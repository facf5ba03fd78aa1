import { DatabaseSync, type SQLInputValue, type StatementSync } from 'node:sqlite'
import { type Dialect, type SqliteDatabase, SqliteDialect, sql } from 'kysely'
import type { Capabilities } from './capabilities.ts'

/** How long a call waits for another process that writes (the commands for keys and backups), ms. It holds up the event loop. */
const BUSY = 2000
/** Statements kept ready. Their texts are few: rows go in chunks of fixed sizes. */
const KEPT = 300

/**
 * A connection to one file, or to memory (`:memory:`). A commit is on the disk when it returns: WAL alone would lose the last
 * ones at a power failure. Throws when the connection is not set so.
 */
export function openSqlite(path: string, options: { readonly readOnly?: boolean } = {}): DatabaseSync {
  const db = new DatabaseSync(path, { timeout: BUSY, enableForeignKeyConstraints: true, ...options })
  if (!options.readOnly) db.exec('pragma journal_mode = wal')
  db.exec('pragma synchronous = full; pragma cache_size = -32000')
  const { synchronous } = db.prepare('pragma synchronous').get() as { synchronous: number }
  if (synchronous !== 2) throw new Error(`SQLite runs with synchronous = ${synchronous}; 2 is needed`)
  return db
}

/** The face of a connection that kysely asks for. */
function kyselyFace(db: DatabaseSync): SqliteDatabase {
  const kept = new Map<string, StatementSync>()
  const prepared = (text: string): StatementSync => {
    const found = kept.get(text)
    if (found) return found
    const made = db.prepare(text)
    if (kept.size >= KEPT) kept.delete(kept.keys().next().value!)
    kept.set(text, made)
    return made
  }
  return {
    close: () => {
      kept.clear()
      db.close()
    },
    prepare: (text) => {
      const statement = prepared(text)
      const values = (given: readonly unknown[]) => given as readonly SQLInputValue[]
      return {
        reader: statement.columns().length > 0,
        all: (given) => statement.all(...values(given)),
        run: (given) => statement.run(...values(given)),
        iterate: (given) => statement.iterate(...values(given)),
      }
    },
  }
}

export const sqliteDialect = (db: DatabaseSync): Dialect => new SqliteDialect({ database: kyselyFace(db) })

/** Takes the lock of writers at once: a transaction that began by reading could not wait for it. */
export const SQLITE_BEGIN = 'begin immediate'

const refusal = (table: string, event: string) => {
  const name = sql.id(`${table}_no_${event}`)
  const said = sql.lit(`rows of ${table} are never changed`)
  return sql`create trigger ${name} before ${sql.raw(event)} on ${sql.table(table)} begin select raise(abort, ${said}); end`
}

export const sqliteCapabilities: Capabilities = {
  name: 'sqlite',
  alone: true,
  blob: sql`blob`,
  text: sql`text`,
  // One writer at a time, from `begin immediate` on.
  lockMigrations: async () => undefined,
  lockProject: (db, slug) => db.selectFrom('projects').selectAll().where('slug', '=', slug).executeTakeFirst(),
  immutable: (table) => ['update', 'delete'].map((event) => refusal(table, event)),
  size: async (db) => {
    const pages = await sql<{ page_count: number }>`pragma page_count`.execute(db)
    const page = await sql<{ page_size: number }>`pragma page_size`.execute(db)
    return pages.rows[0]!.page_count * page.rows[0]!.page_size
  },
}
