/** What the endpoint accepts of a document, refused before anything is computed. */
export const limits = {
  /** Fields above one another. */
  depth: 8,
  /** Aliases, a fragment counted wherever it is spread. */
  aliases: 30,
  tokens: 2_000,
  /** Objects of the answer, as many as its lists may hold, and `fieldCosts`. */
  cost: 10_000,
  /** Characters of a document: one token may be a very long string, and parsed documents are kept. */
  characters: 32_768,
  /** Subscriptions that are open in one socket. */
  subscriptions: 10,
} as const

/** Cost of a field that takes longer than an object of an answer, about its computing time; any other with fields of its own costs 1. */
export const fieldCosts: Readonly<Record<string, number>> = {
  'Query.singlePile': 475,
  'Query.block': 475,
  'Query.group': 950,
  'Query.settlement': 950,
  'Assessment.changes': 950,
  'Assessment.aggregates': 50,
  'AssessmentConnection.aggregates': 200,
  'Cap.trace': 475,
}

/** Members of a list that is no page, where they are known; of any other. */
export const listSizes: Readonly<Record<string, number>> = { 'Cap.checks': 9, 'Assessment.signatures': 3 }
export const LIST = 10

/** Parsed and compiled documents that are kept. */
export const cachedDocuments = 256
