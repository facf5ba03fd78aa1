import { type GraphQLResolveInfo, Kind, type SelectionSetNode } from 'graphql'

/** Whether `trace` is selected below a calculator: only then it is recorded. A condition on it counts as selected. */
export function traceWanted(info: GraphQLResolveInfo): boolean {
  const selects = (set: SelectionSetNode | undefined): boolean =>
    set?.selections.some((node) => {
      if (node.kind === Kind.FIELD) return node.name.value === 'trace'
      return selects(
        node.kind === Kind.INLINE_FRAGMENT ? node.selectionSet : info.fragments[node.name.value]?.selectionSet,
      )
    }) ?? false
  return info.fieldNodes.some((node) => selects(node.selectionSet))
}
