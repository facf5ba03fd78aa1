// Generated from schema/schema.graphql by schema/generate-resolver-types.ts. Do not edit.
// biome-ignore-all lint: generated
// biome-ignore-all format: generated
// biome-ignore-all assist: generated
import type { GraphQLResolveInfo, GraphQLScalarType, GraphQLScalarTypeConfig } from 'graphql';
import type { Context } from './context.ts';
export type Maybe<T> = T | null;
export type InputMaybe<T> = Maybe<T>;
export type RequireFields<T, K extends keyof T> = Omit<T, K> & { [P in K]-?: NonNullable<T[P]> };
/** All built-in and custom scalars, mapped to their actual values */
export type Scalars = {
  ID: { input: string; output: string; }
  String: { input: string; output: string; }
  Boolean: { input: boolean; output: boolean; }
  Int: { input: number; output: number; }
  Float: { input: number; output: number; }
  /** A number in the unit of the field, or a string with a unit, for example "600 mm". Checked for dimension. */
  Quantity: { input: number | string; output: number | string; }
  /** A quantity that may vary linearly with depth: a Quantity, or { top, bottom } of two of them. */
  Varying: { input: unknown; output: unknown; }
  /** A whole number. */
  Count: { input: number; output: number; }
  /** The id of a method, or { method: id, ...parameters }. */
  MethodChoice: { input: unknown; output: unknown; }
  /** Any JSON value. */
  JSON: { input: unknown; output: unknown; }
};

export type Query = {
  readonly __typename?: 'Query';
  /** Resistance of one pile in compression or uplift. */
  readonly singlePile: SinglePileAnswer;
  /** Resistance of the prism of soil and piles that a layout encloses. */
  readonly block: BlockAnswer;
  /** Sum of the single piles against the block: what governs. */
  readonly group: GroupAnswer;
  /** Settlement of one pile and of a group: tilt, pile loads, stiffness. */
  readonly settlement: SettlementAnswer;
  /** Every method, with its source and range of validity. */
  readonly methods: ReadonlyArray<Method>;
  /** One method; null where the id is unknown. An id may stand for several roles (shaft and base): kind tells them apart, else the first is given. */
  readonly method?: Maybe<Method>;
  /** The bibliography. */
  readonly sources: ReadonlyArray<Source>;
  /** What this endpoint accepts. */
  readonly limits: Limits;
};


export type QuerySinglePileArgs = {
  request: SinglePileRequestInput;
};


export type QueryBlockArgs = {
  request: GroupRequestInput;
};


export type QueryGroupArgs = {
  request: GroupRequestInput;
};


export type QuerySettlementArgs = {
  request: SettlementRequestInput;
};


export type QueryMethodArgs = {
  id: Scalars['String']['input'];
  kind?: InputMaybe<Scalars['String']['input']>;
};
★ ★ ★ ★
A line belongs in the answer if it contains the word "SqliteDatabase"; please copy each such line from the material.

import { type Dialect, type SqliteDatabase, SqliteDialect, sql } from 'kysely'
function kyselyFace(db: DatabaseSync): SqliteDatabase {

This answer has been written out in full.